Data extract -
────────────────

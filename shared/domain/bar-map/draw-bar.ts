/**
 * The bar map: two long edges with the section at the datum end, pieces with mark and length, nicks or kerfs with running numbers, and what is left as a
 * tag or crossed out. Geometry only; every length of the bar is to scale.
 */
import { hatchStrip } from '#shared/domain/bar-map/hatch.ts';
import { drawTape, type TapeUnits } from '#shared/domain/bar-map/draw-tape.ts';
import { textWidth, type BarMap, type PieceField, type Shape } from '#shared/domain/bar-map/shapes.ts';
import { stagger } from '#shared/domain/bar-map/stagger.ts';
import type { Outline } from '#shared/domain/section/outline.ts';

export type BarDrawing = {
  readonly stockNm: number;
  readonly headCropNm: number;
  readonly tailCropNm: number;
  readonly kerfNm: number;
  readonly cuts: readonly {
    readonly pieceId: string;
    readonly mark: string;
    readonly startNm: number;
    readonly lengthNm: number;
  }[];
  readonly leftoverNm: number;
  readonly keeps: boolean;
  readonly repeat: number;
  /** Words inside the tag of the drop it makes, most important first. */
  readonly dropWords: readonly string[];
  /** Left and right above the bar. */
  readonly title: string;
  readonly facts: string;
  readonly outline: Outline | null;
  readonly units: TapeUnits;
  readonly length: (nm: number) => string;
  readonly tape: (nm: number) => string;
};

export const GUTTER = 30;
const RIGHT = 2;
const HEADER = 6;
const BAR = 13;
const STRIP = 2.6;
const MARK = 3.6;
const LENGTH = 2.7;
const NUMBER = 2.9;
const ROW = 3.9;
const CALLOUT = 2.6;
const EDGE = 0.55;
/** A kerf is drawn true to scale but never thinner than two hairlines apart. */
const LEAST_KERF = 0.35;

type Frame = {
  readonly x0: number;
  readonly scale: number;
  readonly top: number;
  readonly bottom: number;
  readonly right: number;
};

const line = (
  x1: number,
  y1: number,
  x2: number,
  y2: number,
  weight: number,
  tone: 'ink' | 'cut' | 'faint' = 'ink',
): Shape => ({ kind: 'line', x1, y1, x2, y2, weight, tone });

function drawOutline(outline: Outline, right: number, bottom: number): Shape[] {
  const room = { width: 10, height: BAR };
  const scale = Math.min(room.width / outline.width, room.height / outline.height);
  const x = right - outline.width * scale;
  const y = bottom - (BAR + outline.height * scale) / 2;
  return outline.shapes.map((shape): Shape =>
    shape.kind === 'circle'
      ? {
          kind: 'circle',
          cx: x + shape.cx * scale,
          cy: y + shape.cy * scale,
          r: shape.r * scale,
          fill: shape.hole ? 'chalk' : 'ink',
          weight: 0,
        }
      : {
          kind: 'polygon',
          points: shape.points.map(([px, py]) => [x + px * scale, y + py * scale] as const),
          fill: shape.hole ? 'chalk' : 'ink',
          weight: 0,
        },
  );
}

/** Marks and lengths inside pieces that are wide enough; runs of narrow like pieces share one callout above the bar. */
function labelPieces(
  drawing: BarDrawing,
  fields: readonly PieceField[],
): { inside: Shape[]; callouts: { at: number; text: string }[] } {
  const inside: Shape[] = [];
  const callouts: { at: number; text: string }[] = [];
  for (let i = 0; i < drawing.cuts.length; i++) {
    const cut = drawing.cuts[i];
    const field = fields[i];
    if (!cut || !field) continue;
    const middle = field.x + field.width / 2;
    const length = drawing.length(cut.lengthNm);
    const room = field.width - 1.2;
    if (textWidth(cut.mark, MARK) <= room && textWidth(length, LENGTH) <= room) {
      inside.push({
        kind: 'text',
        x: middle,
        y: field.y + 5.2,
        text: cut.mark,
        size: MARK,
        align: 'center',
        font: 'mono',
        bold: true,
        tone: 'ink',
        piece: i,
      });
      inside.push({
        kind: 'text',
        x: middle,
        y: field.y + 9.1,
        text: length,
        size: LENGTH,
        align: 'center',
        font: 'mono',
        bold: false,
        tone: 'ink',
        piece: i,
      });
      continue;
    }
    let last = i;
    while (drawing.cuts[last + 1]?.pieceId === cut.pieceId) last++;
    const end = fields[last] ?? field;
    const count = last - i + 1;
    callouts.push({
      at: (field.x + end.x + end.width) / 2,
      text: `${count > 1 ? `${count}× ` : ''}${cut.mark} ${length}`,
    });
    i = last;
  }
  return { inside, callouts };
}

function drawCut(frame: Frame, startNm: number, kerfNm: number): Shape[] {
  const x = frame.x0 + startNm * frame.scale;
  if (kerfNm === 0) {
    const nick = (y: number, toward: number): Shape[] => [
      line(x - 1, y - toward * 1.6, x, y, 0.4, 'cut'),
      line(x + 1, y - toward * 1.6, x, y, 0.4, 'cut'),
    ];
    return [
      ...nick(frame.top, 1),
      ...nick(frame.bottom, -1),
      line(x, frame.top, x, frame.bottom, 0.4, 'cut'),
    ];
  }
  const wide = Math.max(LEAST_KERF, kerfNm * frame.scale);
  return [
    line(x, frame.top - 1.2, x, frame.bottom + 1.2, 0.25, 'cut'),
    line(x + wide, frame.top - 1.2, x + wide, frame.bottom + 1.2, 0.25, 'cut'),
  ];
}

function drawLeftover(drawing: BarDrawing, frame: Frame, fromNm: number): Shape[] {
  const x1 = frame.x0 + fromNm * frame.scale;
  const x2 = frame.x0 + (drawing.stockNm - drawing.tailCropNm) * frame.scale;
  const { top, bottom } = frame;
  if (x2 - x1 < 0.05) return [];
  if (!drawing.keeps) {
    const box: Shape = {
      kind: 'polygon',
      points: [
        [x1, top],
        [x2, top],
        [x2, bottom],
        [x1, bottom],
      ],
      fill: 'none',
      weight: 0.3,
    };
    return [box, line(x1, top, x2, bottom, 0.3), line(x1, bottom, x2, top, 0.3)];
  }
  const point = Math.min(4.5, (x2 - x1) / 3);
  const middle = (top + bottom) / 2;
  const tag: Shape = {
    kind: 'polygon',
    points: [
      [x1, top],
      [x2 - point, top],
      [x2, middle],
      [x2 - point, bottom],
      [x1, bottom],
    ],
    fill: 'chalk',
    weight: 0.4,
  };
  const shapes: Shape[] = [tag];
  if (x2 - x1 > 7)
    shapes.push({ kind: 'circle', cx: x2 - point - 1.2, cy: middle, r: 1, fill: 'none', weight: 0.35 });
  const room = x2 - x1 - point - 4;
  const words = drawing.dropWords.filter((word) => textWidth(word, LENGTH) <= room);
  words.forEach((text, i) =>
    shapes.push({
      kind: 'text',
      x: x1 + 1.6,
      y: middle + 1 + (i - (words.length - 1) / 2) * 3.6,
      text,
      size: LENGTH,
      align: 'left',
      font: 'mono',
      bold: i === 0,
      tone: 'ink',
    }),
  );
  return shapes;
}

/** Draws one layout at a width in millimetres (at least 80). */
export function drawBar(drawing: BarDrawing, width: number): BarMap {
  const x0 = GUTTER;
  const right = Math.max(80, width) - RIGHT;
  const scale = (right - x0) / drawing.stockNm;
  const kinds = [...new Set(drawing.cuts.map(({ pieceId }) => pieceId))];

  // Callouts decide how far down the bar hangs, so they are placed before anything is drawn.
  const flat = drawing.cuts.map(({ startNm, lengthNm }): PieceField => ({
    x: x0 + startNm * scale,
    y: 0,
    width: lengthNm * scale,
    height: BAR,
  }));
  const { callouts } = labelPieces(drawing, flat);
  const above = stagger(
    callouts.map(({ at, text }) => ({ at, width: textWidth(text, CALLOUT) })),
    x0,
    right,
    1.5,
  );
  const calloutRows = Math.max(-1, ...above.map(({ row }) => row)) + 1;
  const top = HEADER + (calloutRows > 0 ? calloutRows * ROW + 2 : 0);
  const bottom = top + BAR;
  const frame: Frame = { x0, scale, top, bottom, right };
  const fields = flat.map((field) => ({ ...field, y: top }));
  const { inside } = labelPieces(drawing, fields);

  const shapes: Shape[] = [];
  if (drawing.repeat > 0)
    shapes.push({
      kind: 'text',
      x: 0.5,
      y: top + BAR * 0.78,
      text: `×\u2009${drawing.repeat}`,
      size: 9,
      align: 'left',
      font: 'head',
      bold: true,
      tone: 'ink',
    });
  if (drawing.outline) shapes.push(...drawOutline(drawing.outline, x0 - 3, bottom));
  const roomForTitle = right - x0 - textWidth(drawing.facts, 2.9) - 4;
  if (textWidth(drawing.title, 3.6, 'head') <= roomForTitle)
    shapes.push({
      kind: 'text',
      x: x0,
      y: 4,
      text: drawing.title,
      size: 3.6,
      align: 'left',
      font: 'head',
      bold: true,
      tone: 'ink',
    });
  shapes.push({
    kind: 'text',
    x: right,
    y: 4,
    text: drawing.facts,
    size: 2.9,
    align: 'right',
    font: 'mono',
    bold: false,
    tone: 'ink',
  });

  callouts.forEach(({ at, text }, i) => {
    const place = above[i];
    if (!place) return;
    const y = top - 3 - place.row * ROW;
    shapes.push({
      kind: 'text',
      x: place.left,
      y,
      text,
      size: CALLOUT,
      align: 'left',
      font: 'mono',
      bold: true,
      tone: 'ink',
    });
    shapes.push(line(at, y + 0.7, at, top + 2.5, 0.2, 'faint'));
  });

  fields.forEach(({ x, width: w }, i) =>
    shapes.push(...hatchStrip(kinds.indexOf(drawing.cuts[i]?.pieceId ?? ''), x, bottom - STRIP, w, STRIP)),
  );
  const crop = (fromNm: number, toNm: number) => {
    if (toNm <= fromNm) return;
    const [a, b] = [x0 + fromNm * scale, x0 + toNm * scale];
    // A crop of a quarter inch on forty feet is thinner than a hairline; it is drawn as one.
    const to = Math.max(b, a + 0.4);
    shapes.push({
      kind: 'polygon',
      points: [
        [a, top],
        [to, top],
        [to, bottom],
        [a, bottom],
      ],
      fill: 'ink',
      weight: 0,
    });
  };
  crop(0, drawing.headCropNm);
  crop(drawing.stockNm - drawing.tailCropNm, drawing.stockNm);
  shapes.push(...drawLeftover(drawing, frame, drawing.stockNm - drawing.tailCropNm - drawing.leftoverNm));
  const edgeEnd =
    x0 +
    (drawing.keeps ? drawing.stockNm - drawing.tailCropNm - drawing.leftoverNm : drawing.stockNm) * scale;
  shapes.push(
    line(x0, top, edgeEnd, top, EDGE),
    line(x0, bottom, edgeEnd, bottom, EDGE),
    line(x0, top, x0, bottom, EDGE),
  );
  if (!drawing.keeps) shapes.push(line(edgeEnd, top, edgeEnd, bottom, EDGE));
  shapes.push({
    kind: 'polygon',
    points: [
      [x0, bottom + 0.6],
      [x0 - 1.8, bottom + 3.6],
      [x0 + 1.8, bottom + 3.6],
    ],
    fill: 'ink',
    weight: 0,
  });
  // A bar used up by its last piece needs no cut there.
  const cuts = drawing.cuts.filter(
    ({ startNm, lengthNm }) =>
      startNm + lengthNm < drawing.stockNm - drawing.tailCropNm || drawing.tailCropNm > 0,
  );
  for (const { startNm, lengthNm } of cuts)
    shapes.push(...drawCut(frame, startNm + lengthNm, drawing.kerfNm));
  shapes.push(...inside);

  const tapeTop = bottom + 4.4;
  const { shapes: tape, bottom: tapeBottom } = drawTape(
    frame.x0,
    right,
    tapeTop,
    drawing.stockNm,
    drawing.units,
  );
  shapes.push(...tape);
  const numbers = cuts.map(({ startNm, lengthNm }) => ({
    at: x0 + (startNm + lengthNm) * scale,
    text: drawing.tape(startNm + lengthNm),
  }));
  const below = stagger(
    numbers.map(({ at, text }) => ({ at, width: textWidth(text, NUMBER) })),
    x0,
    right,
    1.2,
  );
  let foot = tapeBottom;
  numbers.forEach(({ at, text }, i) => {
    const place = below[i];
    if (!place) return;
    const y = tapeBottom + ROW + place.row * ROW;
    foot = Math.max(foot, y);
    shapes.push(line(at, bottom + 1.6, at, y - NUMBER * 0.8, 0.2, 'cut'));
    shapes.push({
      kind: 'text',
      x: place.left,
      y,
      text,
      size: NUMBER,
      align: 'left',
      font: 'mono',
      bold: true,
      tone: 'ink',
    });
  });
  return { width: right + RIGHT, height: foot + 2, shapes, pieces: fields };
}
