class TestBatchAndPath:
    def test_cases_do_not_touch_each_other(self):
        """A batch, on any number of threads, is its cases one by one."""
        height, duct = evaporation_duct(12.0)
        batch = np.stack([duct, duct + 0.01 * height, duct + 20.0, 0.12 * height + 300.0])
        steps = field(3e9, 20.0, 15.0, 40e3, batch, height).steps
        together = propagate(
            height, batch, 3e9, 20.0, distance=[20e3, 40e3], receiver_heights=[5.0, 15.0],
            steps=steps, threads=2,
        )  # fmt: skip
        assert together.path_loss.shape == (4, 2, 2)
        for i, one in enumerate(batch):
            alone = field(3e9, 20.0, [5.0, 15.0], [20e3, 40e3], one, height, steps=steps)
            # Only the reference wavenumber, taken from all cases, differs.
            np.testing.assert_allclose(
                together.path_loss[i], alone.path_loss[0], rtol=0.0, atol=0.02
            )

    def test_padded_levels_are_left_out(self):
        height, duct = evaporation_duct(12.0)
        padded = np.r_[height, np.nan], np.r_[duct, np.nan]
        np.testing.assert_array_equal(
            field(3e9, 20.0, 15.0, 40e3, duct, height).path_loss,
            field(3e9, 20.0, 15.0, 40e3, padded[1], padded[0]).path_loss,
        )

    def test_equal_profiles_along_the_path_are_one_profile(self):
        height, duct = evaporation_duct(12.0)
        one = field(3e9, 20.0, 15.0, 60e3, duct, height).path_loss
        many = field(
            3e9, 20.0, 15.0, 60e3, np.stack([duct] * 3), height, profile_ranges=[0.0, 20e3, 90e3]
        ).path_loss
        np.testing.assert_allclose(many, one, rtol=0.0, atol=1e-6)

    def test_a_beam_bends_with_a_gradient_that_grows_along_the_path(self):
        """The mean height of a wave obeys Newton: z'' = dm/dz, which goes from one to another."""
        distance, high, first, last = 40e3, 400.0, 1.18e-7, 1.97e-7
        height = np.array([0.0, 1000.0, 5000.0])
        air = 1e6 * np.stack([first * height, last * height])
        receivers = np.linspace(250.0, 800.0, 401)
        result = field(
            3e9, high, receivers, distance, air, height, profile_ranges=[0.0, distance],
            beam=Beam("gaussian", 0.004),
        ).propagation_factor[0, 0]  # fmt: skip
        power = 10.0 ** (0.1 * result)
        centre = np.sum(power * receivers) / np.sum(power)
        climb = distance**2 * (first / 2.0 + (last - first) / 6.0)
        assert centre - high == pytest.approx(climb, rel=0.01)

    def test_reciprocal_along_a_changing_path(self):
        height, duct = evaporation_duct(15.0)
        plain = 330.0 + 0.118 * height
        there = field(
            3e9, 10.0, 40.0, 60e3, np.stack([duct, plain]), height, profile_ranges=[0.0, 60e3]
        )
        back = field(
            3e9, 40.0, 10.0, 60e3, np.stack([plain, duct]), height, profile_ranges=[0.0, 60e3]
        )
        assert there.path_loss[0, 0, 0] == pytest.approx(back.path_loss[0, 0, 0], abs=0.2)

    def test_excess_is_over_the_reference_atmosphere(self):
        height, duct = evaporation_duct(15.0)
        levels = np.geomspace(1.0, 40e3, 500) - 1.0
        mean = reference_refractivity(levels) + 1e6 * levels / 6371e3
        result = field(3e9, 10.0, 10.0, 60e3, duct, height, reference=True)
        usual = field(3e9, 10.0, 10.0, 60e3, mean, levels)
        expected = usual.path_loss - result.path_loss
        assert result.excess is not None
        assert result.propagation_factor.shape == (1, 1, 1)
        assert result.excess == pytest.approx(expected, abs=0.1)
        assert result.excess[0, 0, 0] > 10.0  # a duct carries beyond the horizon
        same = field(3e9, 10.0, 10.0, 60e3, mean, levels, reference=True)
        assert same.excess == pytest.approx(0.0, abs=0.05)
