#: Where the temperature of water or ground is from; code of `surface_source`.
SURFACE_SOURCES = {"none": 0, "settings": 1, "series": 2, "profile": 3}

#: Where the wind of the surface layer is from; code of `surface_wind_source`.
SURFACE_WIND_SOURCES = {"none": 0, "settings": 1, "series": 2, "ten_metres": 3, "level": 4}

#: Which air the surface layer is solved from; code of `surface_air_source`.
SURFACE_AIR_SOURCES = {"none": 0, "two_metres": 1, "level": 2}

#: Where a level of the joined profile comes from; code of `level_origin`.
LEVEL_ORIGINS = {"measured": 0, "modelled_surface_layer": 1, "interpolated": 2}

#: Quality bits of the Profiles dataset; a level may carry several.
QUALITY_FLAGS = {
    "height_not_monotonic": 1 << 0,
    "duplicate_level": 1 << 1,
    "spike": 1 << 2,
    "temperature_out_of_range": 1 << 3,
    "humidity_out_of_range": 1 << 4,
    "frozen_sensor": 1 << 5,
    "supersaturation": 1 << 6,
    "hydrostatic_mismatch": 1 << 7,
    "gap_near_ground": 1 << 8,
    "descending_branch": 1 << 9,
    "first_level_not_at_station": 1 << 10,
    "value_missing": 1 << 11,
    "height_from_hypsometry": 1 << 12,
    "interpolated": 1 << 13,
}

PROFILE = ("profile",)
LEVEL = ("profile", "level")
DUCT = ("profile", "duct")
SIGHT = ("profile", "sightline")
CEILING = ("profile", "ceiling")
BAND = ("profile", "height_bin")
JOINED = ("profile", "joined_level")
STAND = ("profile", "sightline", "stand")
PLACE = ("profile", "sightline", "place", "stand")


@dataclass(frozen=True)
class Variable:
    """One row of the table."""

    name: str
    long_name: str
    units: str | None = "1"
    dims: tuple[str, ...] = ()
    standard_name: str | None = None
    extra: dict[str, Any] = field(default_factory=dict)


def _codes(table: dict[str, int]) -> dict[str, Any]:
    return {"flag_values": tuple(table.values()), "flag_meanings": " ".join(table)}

────────────────

Task item - Copy out each line of the records that holds the string "toward".

Task answer -
    const nick = (y: number, toward: number): Shape[] => [
      line(x - 1, y - toward * 1.6, x, y, 0.4, 'cut'),
      line(x + 1, y - toward * 1.6, x, y, 0.4, 'cut'),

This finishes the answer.